06-13, 11:50–12:30 (Europe/Berlin), Palais Atelier
The National Audiovisual Institute (INA) is a repository of all French audiovisual archives, being responsible for archiving over 180 radio and television services, 24/7, since 1995. The generated metadata describing this content currently represents the equivalent of over 50 million documents (e.g.: images, audio and video fragments, text excerpts, etc.).
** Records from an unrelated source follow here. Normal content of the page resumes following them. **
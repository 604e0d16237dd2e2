"""The register map of the soft plant: the one place that knows addresses.

The loop number k (in the order of the rig, from 0) owns the holding registers 100 k .. 100 k + 99; the
input registers (FC 4) mirror them.  Addresses count from 0 on the wire.  ``REGISTERS`` is the map and
``python -m simulator RIG --map`` prints it for a rig.

- REAL is IEEE 754 single, UDINT unsigned 32 bit, both in two registers, high word first (``word_order =
  "little"`` in the rig: low word first).  UINT, INT and WORD take one register.
- INT mirrors hold counts = reading x scale (scales in the rig), clipped to -32767 .. 32767; -32768 means
  no reading.  Writing a mirror writes its REAL and the reverse.
- Addresses between the entries read 0.  Bits are in the discretes and coils, see ``BITS`` below.
- A write is taken as a whole or not at all.  Exception 2 (illegal data address): a register that is
  read-only, between the entries, or beyond the last loop.  Exception 3 (illegal data value): a number that the
  tag can't take.  An output written outside MAN is ignored or, with ``op_write_in_auto = "refused"``,
  answered by exception 3.
- Writing half of a two-register tag keeps the other half.
- Discretes (FC 2) and coils (FC 1) of loop k begin at 100 k as well; both show the same bits.  Only the
  coils 90 .. 99, which nothing in the plant reads, can be written (FC 5 and 15).
"""

import struct
from collections.abc import Mapping, Sequence
from dataclasses import dataclass
from math import isfinite

from simulator.loop import Loop, WriteRefused
from simulator.plc import Plc

BLOCK_SIZE = 100
WATCH_OFFSET = 50
WATCH_AT_MOST = 10
WATCH_BIT_OFFSET = 10
SPARE_COILS = range(90, 100)
NO_READING_COUNTS = -32768


@dataclass(frozen=True, slots=True)
class Register:
    """One entry of the map; ``mirrors`` names the tag that an INT mirror shows."""

    name: str
    offset: int
    type: str
    is_writable: bool
    unit: str
    meaning: str
    mirrors: str | None = None

    @property
    def size(self) -> int:
        """How many registers it takes."""
        return 2 if self.type in ("REAL", "UDINT") else 1


REGISTERS: tuple[Register, ...] = (
    Register("pv", 0, "REAL", False, "EU", "process value of the last scan, NaN when the transmitter gives none"),
    Register("sp", 2, "REAL", True, "EU", "setpoint, within the span"),
    Register("op", 4, "REAL", True, "%", "output; a write acts in MAN only"),
    Register("mode", 6, "UINT", True, "", "0 MAN, 1 AUTO, 2 CAS (only with a cascade master)"),
    Register("status", 7, "WORD", False, "", "bit 0 PV failed, bit 1 output at high clamp, bit 2 at low clamp"),
    Register("plc_clock_ms", 8, "UDINT", False, "ms", "clock of the scan that sampled PV, modulo 2^32"),
    Register("boot_count", 10, "UINT", False, "", "changes with every start of the PLC"),
    Register("heartbeat_echo", 11, "UINT", False, "", "heartbeat as seen by the last scan"),
    Register("guard_state", 12, "UINT", False, "", "0 idle, 1 armed, 2 gave back"),
    Register("guard_alarm", 13, "UINT", False, "", "1 after the guard gave the loop back"),
    Register("holder", 14, "UDINT", False, "", "token of who holds the loop, 0 when free"),
    Register("op_effect_ms", 16, "UDINT", False, "ms", "clock of the scan in which the last request took effect"),
    Register("op_effect_count", 18, "UDINT", False, "", "how many requests took effect since the start"),
    Register("guard_timeout_s", 20, "REAL", False, "s", "longest time without a new heartbeat"),
    Register("enable", 22, "UINT", False, "", "1 while the permission given at the plant's panel lasts"),
    Register("stop", 23, "UINT", False, "", "1 while stop is pressed at the plant's panel"),
    Register("test_active", 24, "UINT", False, "", "1 while the guard is armed"),
    Register("block_saturated", 25, "UINT", False, "", "1 while the output stands at a clamp"),
    Register("holder_request", 30, "UDINT", True, "", "token that asks for the loop, 0 releases it"),
    Register("heartbeat", 32, "UINT", True, "", "to be changed within guard_timeout_s"),
    Register("sequence", 33, "UINT", True, "", "number of the output request, growing modulo 2^16"),
    Register("op_request", 34, "REAL", True, "%", "output asked for; passed on when armed, newer and in limits"),
    Register("gain", 40, "REAL", True, "block", "gain or proportional band, in the block's unit"),
    Register("integral", 42, "REAL", True, "block", "integral, in the block's unit"),
    Register("derivative", 44, "REAL", True, "block", "derivative, in the block's unit"),
    Register("pv_counts", 60, "INT", False, "counts", "mirror of pv", "pv"),
    Register("sp_counts", 61, "INT", True, "counts", "mirror of sp", "sp"),
    Register("op_counts", 62, "INT", True, "counts", "mirror of op", "op"),
    Register("gain_counts", 63, "INT", True, "counts", "mirror of gain", "gain"),
    Register("integral_counts", 64, "INT", True, "counts", "mirror of integral", "integral"),
    Register("derivative_counts", 65, "INT", True, "counts", "mirror of derivative", "derivative"),
)

BITS: tuple[tuple[int, str, str], ...] = (
    (0, "pv_failed", "PV failed"),
    (1, "enable", "permission given at the plant's panel"),
    (2, "stop", "stop pressed at the plant's panel"),
    (3, "guard_alarm", "the guard gave the loop back"),
    (4, "test_active", "the guard is armed"),
    (5, "block_saturated", "the output stands at a clamp"),
)
"""Offset, name and meaning of the discretes; the watch entries follow from ``WATCH_BIT_OFFSET``."""


class AddressRefused(Exception):
    """An address that doesn't exist or may not be written: Modbus exception 2."""


class Registers:
    """All register blocks of one plant.  Reads show the last scan; writes act at once, as in a PLC's memory."""

    def __init__(self, plc: Plc, *, word_order: str) -> None:
        self._plc = plc
        self._loops = tuple(plc.loops.values())
        self._maps = tuple(loop_registers(loop) for loop in self._loops)
        self._is_low_word_first = word_order == "little"
        self._spare_coils = [False] * (len(SPARE_COILS) * len(self._loops))

    def read(self, address: int, count: int) -> list[int]:
        """``count`` registers from ``address``.  Raises ``AddressRefused`` beyond the last loop."""
        self._check_range(address, count)
        first, last = address // BLOCK_SIZE, (address + count - 1) // BLOCK_SIZE
        words = [word for number in range(first, last + 1) for word in self._image(number)]
        begin = address - first * BLOCK_SIZE
        return words[begin : begin + count]

    def write(self, address: int, words: Sequence[int]) -> None:
        """Write registers, all or none.  Raises ``AddressRefused`` or ``WriteRefused`` before anything changes."""
        self._check_range(address, len(words))
        writes: list[tuple[Loop, str, float]] = []
        for number in range(address // BLOCK_SIZE, (address + len(words) - 1) // BLOCK_SIZE + 1):
            begin = number * BLOCK_SIZE
            image = self._image(number)
            touched = range(max(address, begin) - begin, min(address + len(words), begin + BLOCK_SIZE) - begin)
            for offset in touched:
                image[offset] = words[begin + offset - address]
            writes.extend(self._writes_of_block(number, touched, image))
        for loop, tag, reading in writes:
            loop.check_write(tag, reading)
        for loop, tag, reading in writes:
            loop.write(tag, reading)

    def read_bits(self, address: int, count: int) -> list[bool]:
        """``count`` discretes from ``address``.  Raises ``AddressRefused`` beyond the last loop."""
        self._check_range(address, count)
        first, last = address // BLOCK_SIZE, (address + count - 1) // BLOCK_SIZE
        bits = [bit for number in range(first, last + 1) for bit in self._bit_image(number)]
        begin = address - first * BLOCK_SIZE
        return bits[begin : begin + count]

    def write_bits(self, address: int, bits: Sequence[bool]) -> None:
        """Write spare coils, all or none.  Raises ``AddressRefused`` for any other."""
        self._check_range(address, len(bits))
        if any((address + step) % BLOCK_SIZE not in SPARE_COILS for step in range(len(bits))):
            raise AddressRefused(f"coils from {address} can't be written; the spare ones are {SPARE_COILS}")
        for step, bit in enumerate(bits):
            number, offset = divmod(address + step, BLOCK_SIZE)
            self._spare_coils[number * len(SPARE_COILS) + offset - SPARE_COILS.start] = bit

    def _check_range(self, address: int, count: int) -> None:
        if address < 0 or address + count > BLOCK_SIZE * len(self._loops):
            raise AddressRefused(f"registers {address}..{address + count - 1} don't exist")

    def _writes_of_block(self, number: int, touched: range, image: list[int]) -> list[tuple[Loop, str, float]]:
        writes = []
        mapped: set[int] = set()
        loop = self._loops[number]
        scales = dict(loop.spec.int_scales)
        for register in self._maps[number]:
            words = range(register.offset, register.offset + register.size)
            if words.stop <= touched.start or touched.stop <= words.start:
                continue
            tag = register.mirrors or register.name
            if not register.is_writable or tag in loop.spec.read_only:
                raise AddressRefused(f"{register.name} of {loop.spec.name} is read-only")
            mapped.update(words)
            reading = from_words(image[words.start : words.stop], register.type, self._is_low_word_first)
            writes.append((loop, tag, reading / scales[tag] if register.mirrors else reading))
        if not mapped.issuperset(touched):
            raise AddressRefused(f"offsets {touched} of {loop.spec.name} hold registers that don't exist")
        return writes

    def _image(self, number: int) -> list[int]:
        loop = self._loops[number]
        readings = loop.readings() | {"plc_clock_ms": self._plc.clock_ms, "boot_count": self._plc.boot_count}
        scales = dict(loop.spec.int_scales)
        image = [0] * BLOCK_SIZE
        for register in self._maps[number]:
            if register.mirrors:
                words = [to_counts(readings[register.mirrors], scales[register.mirrors]) & 0xFFFF]
            else:
                words = to_words(readings[register.name], register.type, self._is_low_word_first)
            image[register.offset : register.offset + register.size] = words
        return image

    def _bit_image(self, number: int) -> list[bool]:
        loop = self._loops[number]
        readings: Mapping[str, float] = loop.readings() | {"pv_failed": loop.transmitter.is_failed}
        image = [False] * BLOCK_SIZE
        for offset, name, _ in BITS:
            image[offset] = bool(readings[name])
        for offset, name in enumerate(loop.watch, WATCH_BIT_OFFSET):
            image[offset] = bool(readings[name])
        begin = number * len(SPARE_COILS)
        image[SPARE_COILS.start : SPARE_COILS.stop] = self._spare_coils[begin : begin + len(SPARE_COILS)]
        return image


def loop_registers(loop: Loop) -> tuple[Register, ...]:
    """The map of one loop: the common entries and its own watch entries."""
    watch = (
        Register(name, WATCH_OFFSET + number, "UINT", False, "", "watch entry")
        for number, name in enumerate(loop.watch)
    )
    return (*REGISTERS, *watch)


def map_lines(plc: Plc) -> list[str]:
    """The map of a rig as a table, one line per entry."""
    lines = [f"{'loop':<10} {'address':>7}  {'type':<5} {'access':<6} {'unit':<7} {'name':<24} meaning"]
    for number, loop in enumerate(plc.loops.values()):
        for register in sorted(loop_registers(loop), key=lambda register: register.offset):
            is_writable = register.is_writable and (register.mirrors or register.name) not in loop.spec.read_only
            unit = loop.spec.pv_unit if register.unit == "EU" else register.unit
            meaning = register.meaning
            if register.mirrors:
                meaning += f" x {dict(loop.spec.int_scales)[register.mirrors]:g}"
            address, access = number * BLOCK_SIZE + register.offset, "rw" if is_writable else "r"
            head = f"{loop.spec.name:<10} {address:>7}  {register.type:<5} {access:<6}"
            lines.append(f"{head} {unit:<7} {register.name:<24} {meaning}")
        watch = ((offset, name, "watch entry") for offset, name in enumerate(loop.watch, WATCH_BIT_OFFSET))
        lines.extend(
            f"{loop.spec.name:<10} {number * BLOCK_SIZE + offset:>7}  {'BOOL':<5} {'r':<6} {'':<7} {name:<24} {meaning}"
            for offset, name, meaning in (*BITS, *watch)
        )
    return lines


def to_words(reading: float, type_name: str, is_low_word_first: bool) -> list[int]:
    """One reading as registers.  A REAL too large for single precision becomes an infinity."""
    if type_name == "REAL":
        try:
            raw = struct.pack(">f", reading)
        except OverflowError:
            raw = struct.pack(">f", float("inf") if reading > 0.0 else float("-inf"))
        words = list(struct.unpack(">HH", raw))
    elif type_name == "UDINT":
        words = [int(reading) >> 16 & 0xFFFF, int(reading) & 0xFFFF]
    else:
        return [int(reading) & 0xFFFF]
    return words[::-1] if is_low_word_first else words


def from_words(words: Sequence[int], type_name: str, is_low_word_first: bool) -> float:
    """Registers as a reading; the inverse of ``to_words``."""
    if len(words) == 1:
        return words[0] - 0x10000 if type_name == "INT" and words[0] & 0x8000 else words[0]
    high, low = reversed(words) if is_low_word_first else words
    if type_name == "UDINT":
        return high << 16 | low
    return float(struct.unpack(">f", struct.pack(">HH", high, low))[0])


def to_counts(reading: float, scale: float) -> int:
    """A reading as the counts of an INT mirror, clipped; ``NO_READING_COUNTS`` when there is none."""
    if not isfinite(reading):
        return NO_READING_COUNTS
    return min(max(round(reading * scale), -32767), 32767)


__all__ = ["AddressRefused", "Register", "Registers", "WriteRefused", "loop_registers", "map_lines"]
Due to the heterogeneity of the content, the data model is directly inspired from the conceptual models of cultural heritage, represented by a large graph with complex relations between generic entities.
The challenge for building a global search engine for this particular use case is twofold: on one hand, the capacity to index and maintain the entire set of documents updated in a reasonable amount of time, and on the other hand the implementation of complex full text search capabilities with high performance.
Our talk describes the key choices for the graph representation, facilitating the indexing process of the documents, as well as the technical framework set up around Elasticsearch, implementing dedicated search APIs required by different functional areas.
We also briefly mention the implementation optimisations that lead to a full process of 50 million documents in less than 48 hours, for an equivalent of 800GB Elasticsearch index.
Radu is providing Consulting Services as Solutions Architect at Adelean. He handles projects around Elasticsearch and Adelean’s A2 search technology. He oversees the integration and evolution of search engines within large e-commerce platforms and marketplaces. Prior to joining Adelean, Radu acquired a solid experience in Web archiving, operating large scale crawling systems in the context of several European research projects. He holds a PhD in Computer Science and a MSc in Distributed Systems.